Unlocking purple: Two metabolic genes found essential for petunia flower color formation

Anthocyanins are major pigments responsible for the vivid colors of ornamental flowers. However, the metabolic origin of the precursor phosphoenolpyruvate (PEP), which fuels anthocyanin biosynthesis in petals, has remained unclear. This study identifies PhENO1 and PhPPT as the key gene pair that jointly supplies PEP to the shikimate pathway in petunia. When these two genes were simultaneously silenced, flowers shifted from vibrant purple to a lighter shade, accompanied by substantial reductions in PEP, shikimate, flavonoids, aromatic amino acids, and total anthocyanins. By contrast, silencing either gene alone did not affect flower color. These findings clarify how primary metabolism feeds secondary metabolite synthesis, offering a new mechanistic understanding of floral pigmentation.
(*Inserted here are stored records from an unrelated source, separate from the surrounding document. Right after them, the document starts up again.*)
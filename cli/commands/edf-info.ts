// `aftercue edf-info FILE`: header and annotations of an EDF/EDF+/BDF file as one JSON object.
// Reads the header and the annotation signals only; the ordinary signals are never decoded.
import { readFileSync } from 'node:fs';
import type { Command } from 'commander';
import { EdfFormatError, readEdfAnnotations } from '../../shared/formats/edf';

export interface EdfInfo {
  format: string;
  startTime: string;
  recordDurationS: number;
  records: number;
  signals: {
    label: string; transducer: string; physicalDimension: string; sampleRateHz: number;
    physicalMin: number; physicalMax: number; digitalMin: number; digitalMax: number; prefiltering: string;
  }[];
  annotations: { onsetS: number; durationS: number | null; text: string }[];
}

export function edfInfo(bytes: Uint8Array): EdfInfo {
  const { header, annotations } = readEdfAnnotations(bytes, { maxBytes: Number.MAX_SAFE_INTEGER });
  return {
    format: header.format,
    startTime: header.startTime,
    recordDurationS: header.recordDurationS,
    records: header.records,
    signals: header.signals.map((s) => ({
      label: s.label, transducer: s.transducer, physicalDimension: s.physicalDimension, sampleRateHz: s.sampleRateHz,
      physicalMin: s.physicalMin, physicalMax: s.physicalMax, digitalMin: s.digitalMin, digitalMax: s.digitalMax,
      prefiltering: s.prefiltering,
    })),
    annotations: annotations.map((a) => ({ onsetS: a.onsetS, durationS: a.durationS, text: a.text })),
  };
}

export function register(program: Command): void {
  program
    .command('edf-info')
    .description('print the header and annotations of an EDF, EDF+ or BDF file as JSON')
    .argument('<file>', 'EDF, EDF+ or BDF file')
    .action((file: string) => {
      let bytes: Uint8Array;
      try {
        bytes = readFileSync(file);
      } catch (err) {
        const code = (err as NodeJS.ErrnoException).code ?? 'read error';
        process.stderr.write(`aftercue edf-info: cannot read ${file} (${code})\n`);
        process.exitCode = 1;
        return;
      }
      try {
        process.stdout.write(`${JSON.stringify(edfInfo(bytes), null, 2)}\n`);
      } catch (err) {
        if (!(err instanceof EdfFormatError)) throw err;
        process.stderr.write(`aftercue edf-info: ${file}: not a valid EDF/BDF file: ${err.message}\n`);
        process.exitCode = 2;
      }
    });
}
Flower color is influenced by anthocyanins, which originate from the phenylpropanoid pathway. The shikimate pathway supplies phenylalanine, the fundamental precursor for anthocyanin formation. This process requires precursor phosphoenolpyruvate (PEP), which may be produced in plastids by enolase, transported from the cytoplasm via the PEP/phosphate translocator, or generated by pyruvate orthophosphate dikinase. However, which PEP source dominates in petals of ornamental flowers has remained uncertain. Previous genetic studies suggested that different plant tissues and species rely on distinct PEP-generation routes. These knowledge gaps make it difficult to fully understand or precisely modulate floral pigmentation. Due to these unresolved questions, in-depth research on the metabolic origin of PEP during flower coloration is needed.

Researchers from South China Agricultural University conducted a study published (DOI: 10.1093/hr/uhaf040) on 1 May 2025 in Horticulture Research, focusing on the metabolic basis of petunia flower coloration. The team examined the functional roles of PhENO1, PhPPT, and PhPPDK in supplying PEP for anthocyanin biosynthesis in Petunia hybrida. They applied virus-induced gene silencing to analyze how single and combined gene suppression affects floral pigmentation. The findings reveal that only the co-silencing of PhENO1 and PhPPT leads to visibly lighter flower color and significantly reduced pigment accumulation.

The study first identified PhENO1, PhPPT, and PhPPDK genes in petunia and examined their protein localization. PhENO1 and PhPPDK localized to plastids, while PhPPT1 was associated with PEP transport between cytoplasm and plastids. Expression profiling confirmed that all three genes are active during flower development, particularly when pigment synthesis peaks.

Virus-induced gene silencing experiments showed that suppressing any single gene did not affect flower color. However, simultaneously silencing PhENO1 and PhPPT resulted in a clear and reproducible change in floral appearance—from deep purple to noticeably lighter purple. Biochemical measurements demonstrated substantial decreases in PEP (−30%), shikimate (−25%), flavonoids (−33%), phenylalanine, tryptophan, and tyrosine (up to −97%). Total anthocyanin levels declined by more than 40%.

Interestingly, expression levels of key structural genes in the shikimate and anthocyanin biosynthesis pathways remained unchanged, indicating that the reduced pigment phenotypes were driven not by transcriptional regulation, but by metabolic limitation of precursor supply.

The findings support a model in which PEP for anthocyanin synthesis is primarily jointly provided by PhENO1-mediated glycolysis and PhPPT-mediated plastid transport, rather than by PhPPDK.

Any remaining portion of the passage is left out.